Symeon also gives us an example of how we should receive the Lord. The short passage in Luke’s Gospel just before Symeon takes the child Jesus into his arms mentions the Holy Spirit three times. First, it says that ‘the Holy Spirit was upon him’; then Luke continues that it had been revealed to him ‘by the Holy Spirit’ that he would see Christ; therefore, ‘he went to the temple ‘in the Spirit’. In this way, it is clear that if we want to have communion with Jesus Christ, we must also ‘walk in the Spirit’, as saint Paul writes (Gal 5:16,25), i.e. live a spiritual life, attentive to the promptings and impulses of the Holy Spirit, whom the Father has sent into our hearts.
III
A final point of meditation may be the effects of the Presentation of the Lord. These are expressed in the ‘Nunc dimittis’, which the Church still prays every evening. The text speaks of ‘peace’, ‘enlightenment’ and the ‘marvel’ or amazement of saint Mary and Joseph.
Peace is a well-known effect both of the Holy Spirit and of supernatural love.

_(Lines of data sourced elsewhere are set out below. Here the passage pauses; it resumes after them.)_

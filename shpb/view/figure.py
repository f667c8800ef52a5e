"""The one-page figure of a shot: verdict and processing, what the gauges saw, what the specimen did.

Nothing is interpreted: names from files are drawn letter by letter. The page is laid out by hand on a
figure of its own, without any interactive state of matplotlib, whose back end stays as the user has it.
"""

from __future__ import annotations

import io
from collections.abc import Callable
from contextlib import AbstractContextManager
from pathlib import Path
from typing import TYPE_CHECKING, Any

from shpb.errors import InputError
from shpb.reduction import ShotResult
from shpb.response.equilibrium import R_DEFINITION
from shpb.trust.finding import Verdict
from shpb.version import VERSION
from shpb.view import strain_panels, time_panels
from shpb.view.by_hand_words import by_hand_words
from shpb.view.ink import BODY, INK, RC, SMALL
from shpb.view.page import HEIGHT, WIDTH, Page
from shpb.view.text import rounded
from shpb.view.wording import calibration_words, formulas, processing_words, telling, verdict_sentence
from shpb.whole_file import whole_file

if TYPE_CHECKING:
    from matplotlib.figure import Figure

DPI = 110
_SUFFIXES = {".png": "png", ".pdf": "pdf", ".svg": "svg"}
_LEFT, _LEFT_WIDTH = 0.68, 5.12
_RIGHT, _RIGHT_WIDTH = 6.52, 4.84
_MOST_FINDINGS = 3


def shot_figure(result: ShotResult) -> Figure:
    """Draw one shot on one A4 page, landscape.

    Returns
    -------
    matplotlib.figure.Figure
        On no canvas but its own; :func:`save_figure` writes it as it is meant to be written.
    """
    from matplotlib.figure import Figure

    with page_style():
        figure = Figure(figsize=(WIDTH, HEIGHT), dpi=DPI)
        page = Page(figure)
        _header(page, result)
        _time_side(page, result)
        _strain_side(page, result)
        _findings(page, result)
        _footer(page, result)
    return figure


def save_figure(result: ShotResult, path: Path) -> Path:
    """Draw one shot and write it as PNG, PDF or SVG, by the suffix of ``path``.

    The file is written beside its place and then put there, so that no half of a figure is ever seen. The
    same result gives the same bytes.

    Returns
    -------
    Path
        ``path``.

    Raises
    ------
    InputError
        If the suffix is none of the three.
    StoreError
        If the file cannot be written.

    Examples
    --------
    >>> import shpb
    >>> shpb.save_figure(result, folder / "W-02.svg").name
    'W-02.svg'
    """
    return write_figure(lambda: shot_figure(result), Path(path))


def write_figure(draw: Callable[[], Figure], path: Path) -> Path:
    """Draw a page and write it as :func:`save_figure` does."""
    file_format = _SUFFIXES.get(path.suffix.lower())
    if file_format is None:
        raise InputError(
            f"a figure cannot be written as {path.suffix or 'a file without a suffix'!r}",
            where=str(path),
            mend="Let the name end in .png, .pdf or .svg",
        )
    # No date, so that the same shot gives the same file. PNG: the fastest compression, half the time for
    # a file a little larger.
    every: dict[str, dict[str, Any]] = {
        "png": {"pil_kwargs": {"compress_level": 1}},
        "pdf": {"metadata": {"CreationDate": None}},
        "svg": {"metadata": {"Date": None}},
    }
    options = every[file_format]
    content = io.BytesIO()
    with page_style():
        draw().savefig(content, format=file_format, dpi=DPI, **options)
    with whole_file(path) as part:
        part.write_bytes(content.getvalue())
    return path


def load_drawing() -> None:
    """Load all that a first figure would have to wait for."""
    import matplotlib.backends.backend_agg
    import matplotlib.figure  # noqa: F401

    page_style()


def page_style() -> AbstractContextManager[None]:
    """Matplotlib's own defaults with ours on top, whatever the user's style; its back end is left alone."""
    import matplotlib

    own = ("backend", "interactive", "toolbar")
    style: dict[Any, Any] = {k: v for k, v in matplotlib.rcParamsDefault.items() if not k.startswith(own)}
    return matplotlib.rc_context(style | RC)


# --- what stands where -----------------------------------------------------------------------------


def _header(page: Page, result: ShotResult) -> None:
    right = _RIGHT + _RIGHT_WIDTH
    sheet = result.sheet
    kelvin = float(sheet.temperature_k)
    test = f"{sheet.kind.value}, {kelvin:.0f} K ({kelvin - 273.15:.0f} °C)"
    width = right - 0.3
    tail = page.width_of(test, 11) + 0.25
    # The shot's name has the first claim on the line, the material takes what is left.
    name = page.fitted(page.safe(sheet.shot_id), 13, 0.6 * (width - tail), bold=True)
    page.text(0.3, 7.92, name, fontsize=13, fontweight="bold")
    used = page.width_of(name, 13, bold=True) + 0.25
    material = page.fitted(page.safe(sheet.specimen.material), 11, width - tail - used)
    page.text(0.3 + used, 7.92, material, fontsize=11)
    page.text(right, 7.92, test, fontsize=11, horizontalalignment="right")

    word = result.verdict.value.upper()
    face, ink = {
        Verdict.ACCEPT: ("white", INK),
        Verdict.RESTRICT: ("#cfcac0", INK),
        Verdict.REJECT: (INK, "white"),
    }[result.verdict]
    box = {"facecolor": face, "edgecolor": INK, "linewidth": 0.9, "boxstyle": "square,pad=0.28"}
    page.text(0.36, 7.60, word, fontsize=10, fontweight="bold", color=ink, bbox=box)
    said = 0.36 + page.width_of(word, 10, bold=True) + 0.2
    rate = result.response.rate
    sentence = f"{verdict_sentence(result)} Mean rate {rounded(rate.mean_per_s)} /s."
    page.text(said, 7.60, page.fitted(sentence, 10, right - said), fontsize=10)
    # A formula is not broken: its spaces are no places to part a line.
    formula = formulas(result)
    processing = processing_words(result).replace(formula, formula.replace(" ", "\u00a0"))
    page.paragraph(0.3, 7.36, _typeset(processing) + ".", width=right - 0.3, most=2)
    page.rule(0.3, 7.14, right - 0.3)


def _time_side(page: Page, result: ShotResult) -> None:
    x, width = _LEFT, _LEFT_WIDTH
    rig, strain, pulses = result.rig, result.strain, result.pulses
    page.key(x, 6.95, "Bridge voltages as acquired, windows shaded", ())
    time_panels.draw_voltage(
        page.axes(x, 6.09, width, 0.80), result, station=strain.incident, gauge=rig.incident_gauge,
        pulses=(pulses.incident, pulses.reflected), side="incident", last=False,
    )  # fmt: skip
    time_panels.draw_voltage(
        page.axes(x, 5.24, width, 0.80), result, station=strain.transmitted, gauge=rig.transmitted_gauge,
        pulses=(pulses.transmitted,), side="transm.", last=True,
    )  # fmt: skip
    page.key(x, 4.62, "Pulses at faces", time_panels.pulse_lines(result))
    time_panels.draw_pulses(page.axes(x, 3.36, width, 1.20), result)
    page.key(x, 3.14, "Forces at the faces", time_panels.FORCE_LINES)
    if result.response.span is not None:
        page.text(x + width, 3.14, "shaded: what counts", fontsize=BODY, horizontalalignment="right")
    time_panels.draw_forces(page.axes(x, 2.06, width, 1.02), result)
    end = page.key(x, 1.84, "Equilibrium", ())
    page.text(end, 1.84, R_DEFINITION.replace(" - ", " − "), fontsize=SMALL)
    page.key(x, 1.68, "", time_panels.ratio_lines(result), SMALL)
    time_panels.draw_ratio(page.axes(x, 0.62, width, 1.00), result)


def _strain_side(page: Page, result: ShotResult) -> None:
    x, width = _RIGHT, _RIGHT_WIDTH
    page.key(x, 6.95, "Result", strain_panels.analysis_lines(result))
    strain_panels.draw_curve(page.axes(x, 4.02, width, 2.84), result)
    rate = result.response.rate
    end = page.key(x, 3.80, "Engineering strain rate", ())
    mean, true = rounded(rate.mean_per_s), rounded(rate.mean_true_per_s)
    span = f"{rounded(rate.least_per_s)} to {rounded(rate.greatest_per_s)} /s"
    said = f"mean {mean} /s, {span}; mean true rate {true} /s"
    page.text(end, 3.80, said, fontsize=SMALL)
    strain_panels.draw_rate(page.axes(x, 2.70, width, 1.04), result)


def _findings(page: Page, result: ShotResult) -> None:
    """The gravest findings and what to do; the terminal and the file hold all of them."""
    x, y, width = _RIGHT - 0.45, 2.04, _RIGHT_WIDTH + 0.45
    said = telling(result.findings)
    if not said:
        page.text(x, y, "No check speaks against this shot.", fontsize=BODY + 0.5, fontweight="bold")
        return
    page.text(x, y, "What the checks say, and what to do", fontsize=BODY + 0.5, fontweight="bold")
    y -= 0.17
    for finding in said[:_MOST_FINDINGS]:
        word = finding.weight.value.upper()
        page.text(x, y, word, fontsize=BODY, fontweight="bold")
        text = _typeset(page.safe(f"{finding.check}: {finding.measured}. {finding.action}"))
        y = page.paragraph(x + 0.72, y, text, width=width - 0.72, most=3) - 0.03
    left = len(said) - _MOST_FINDINGS
    if left > 0:
        page.text(x + 0.72, y, f"and {left} more, not shown here", fontsize=BODY)


def _footer(page: Page, result: ShotResult) -> None:
    names = ", ".join(source.name for source in result.record.sources)
    record, version = f"record {names}" if names else "", f"shpb {VERSION}"
    parts = [record, f"rig {result.rig.name}", result.sheet.date, version]
    calibrated = calibration_words(result)
    if calibrated:
        _foot_line(page, 0.22, [f"calibration {calibrated}", version])
        parts.remove(version)
    above = 0.36 if calibrated else 0.22
    _foot_line(page, above, parts)
    moved = [_typeset(line) for line in by_hand_words(result)]
    # Two lines have room: what is too much for them stands in terminal and file.
    for number, parts in enumerate(part for part in (moved[1:], moved[:1]) if part):
        _foot_line(page, above + 0.14 * (number + 1), parts)


def _foot_line(page: Page, y: float, parts: list[str]) -> None:
    text = page.safe("; ".join(part for part in parts if part))
    page.text(
        _RIGHT + _RIGHT_WIDTH, y, page.fitted(text, SMALL, _RIGHT_WIDTH + 0.45), fontsize=SMALL, color="#555555",
        horizontalalignment="right",
    )  # fmt: skip


def _typeset(text: str) -> str:
    """The words that terminal and figure share, with the signs that a console may not have."""
    for plain, sign in ((" us", " µs"), ("<=", "≤"), ("+-", "±"), (" - ", " − ")):
        text = text.replace(plain, sign)
    return text


__all__ = ["DPI", "save_figure", "shot_figure", "write_figure"]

It is often the case that we have various desires and inclinations that we cannot fulfil all at the same time. Or that we do not exactly know what we desire. And so, we are uneasy and restless. The love of Christ however, gives us true peace, because as Symeon says ‘my eyes have seen the salvation, which you have prepared for all the nations’. If we dedicate ourselves to Christ as we see him through faith, we will experience true peace, because we will order all our desires and efforts to him.
Enlightenment or wisdom is a gift of the Holy Spirit. It may be that not only our desires are disordered but also our thoughts. We are confused regarding worldly or spiritual matters. Or we do not understand how to relate various events of our lives or in the world around us to God’s will. Especially the gift of wisdom can help us with this, as it allows us to see everything from a supernatural perspective and order all things to God. In God’s wisdom, we see everything ‘in God’, as it were.
Finally, Luke writes that the parents of Jesus ‘marvelled at the things spoken of him’. This can be understood as a spiritual experience in the sense that the contemplation of the mysteries of faith naturally leads us to marvel and amazement. As an unknown Greek writer comments on this passage: ‘The knowledge of supernatural things, as often as it is brought to the recollection, renews the miracle in the mind’. Hence, when we contemplate the Lord, a kind of miracle takes place in our mind, so that we are filled with awe and amazement as see God through faith.
*
Let us therefore turn to the Lord and ask him for true faith in the mystery of his presentation. Let us pray that we may present ourselves to God the Father in and through him, Jesus Christ the Lord, through the intercession of the blessed virgin Mary and her spouse, blessed Joseph. Let us ask for the grace to receive him in our arms in faith and charity, led by the Holy Spirit, as saint Symeon. And let us finally pray, that we may be liberated from all restlessness and confusion so as to obtain a foretaste of the marvels of heavenly glory. + Amen.